Play the PC game Elon Musk wrote as a pre-teen

Posted by in categories: alien life, Elon Musk, internet, military, space travel, sustainability

Elon Musk is obsessed with space. At age 30, he founded SpaceX. At age 41, he oversaw the first cargo mission to the International Space Station by a private company. And at age 12, as a kid living in South Africa, he made a space-themed PC game called Blastar. Now, thanks to the power of the internet, you can play that game.

Musk sold the code for Blastar for $500 to the magazine PC and Office Technology, and a reproduction of the page it appeared on was published in Ashlee Vance’s biography Elon Musk: Tesla, SpaceX, and the Quest for a Fantastic Future. From there, Tomas Lloret Llinares — a software engineer at Google — took the code and rebuilt the game to work in HTML5.
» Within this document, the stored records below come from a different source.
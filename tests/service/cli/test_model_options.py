"""The model options of ``ratecast fit`` / ``backtest`` and the spec they build (no fitting)."""

from __future__ import annotations

import datetime as dt

import pytest

from service.cli.app import build_parser
from service.cli.common import model_spec
from service.cli.fitting import print_left_out


def spec_of(*options: str, bin_minutes: int = 60, joint: bool = False):  # type: ignore[no-untyped-def]
    args = build_parser().parse_args(
        ["fit", "--series", "x", "--counts", "c.csv", "--tz", "UTC", *options]
    )
    return model_spec(args, bin_minutes=bin_minutes, holidays=None, joint=joint)


def test_daily_series_leave_unusual_days_out_and_load_the_latent_by_default() -> None:
    daily = spec_of(bin_minutes=1440)
    assert (daily.unusual_days, daily.latent_by_weekday) == ("leave-out", True)
    hourly = spec_of()
    assert (hourly.unusual_days, hourly.latent_by_weekday) == ("keep", False)
    assert hourly.observation == "negbin"


def test_daily_bins_with_the_latent_get_poisson_days_by_default() -> None:
    # The negative binomial day and the daily latent are both day-level noise and sampled badly
    # together (docs/calibration.md, "Daily series"): auto gives daily bins Poisson days.
    assert spec_of(bin_minutes=1440).observation == "poisson"
    assert spec_of("--no-latent", bin_minutes=1440).observation == "negbin"
    assert spec_of(bin_minutes=30).observation == "negbin"
    assert spec_of("--observation", "negbin", bin_minutes=1440).observation == "negbin"
    assert spec_of("--observation", "poisson").observation == "poisson"


def test_the_choices_can_be_forced_either_way() -> None:
    kept = spec_of("--unusual-days", "keep", "--latent-by-weekday", "off", bin_minutes=1440)
    assert (kept.unusual_days, kept.latent_by_weekday) == ("keep", False)
    forced = spec_of("--unusual-days", "leave-out", "--latent-by-weekday", "on")
    assert (forced.unusual_days, forced.latent_by_weekday) == ("leave-out", True)
    # Without a daily latent there is nothing to load; groups have no loadings.
    assert not spec_of("--no-latent", bin_minutes=1440).latent_by_weekday
    assert not spec_of(bin_minutes=1440, joint=True).latent_by_weekday


def test_a_bad_choice_is_refused_naming_the_allowed_ones(capsys) -> None:
    with pytest.raises(SystemExit) as exit_info:
        spec_of("--unusual-days", "drop")
    assert exit_info.value.code == 2
    err = capsys.readouterr().err
    assert "--unusual-days" in err and "'drop'" in err and "leave-out" in err and "keep" in err
    assert "auto" in err


def test_the_fit_names_the_days_it_left_out(capsys) -> None:
    print_left_out(())
    assert capsys.readouterr().out == ""
    days = tuple(dt.date(2025, 1, 1) + dt.timedelta(days=7 * k) for k in range(14))
    print_left_out(days)
    out = capsys.readouterr().out
    assert out.startswith("left out 14 unusual day(s) of history")
    assert "2025-01-01, 2025-01-08" in out and "and 2 more" in out
    assert "2025-03-26" not in out and "--unusual-days keep" in out


def test_daily_series_get_an_effect_per_named_holiday_by_default() -> None:
    assert spec_of(bin_minutes=1440).holiday_effects == "named"
    assert spec_of().holiday_effects == "shared"
    # A group has one holiday effect per series.
    assert spec_of(bin_minutes=1440, joint=True).holiday_effects == "shared"
    assert spec_of("--holiday-effects", "shared", bin_minutes=1440).holiday_effects == "shared"
    assert spec_of("--holiday-effects", "named").holiday_effects == "named"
Your mission, as the game’s lonely space pilot, is to “destroy [the] alien freighter carrying deadly hydrogen bombs and status beam machines.” Blastar is mostly a mix of Space Invaders and Asteroid, though it’s much more basic. There is never more than two ships on the screen, there are few sound effects, and — like many games of its time — it really has no ending. It’s almost unimpressive; that is, until you remember that it was made by a 12-year-old in 1984.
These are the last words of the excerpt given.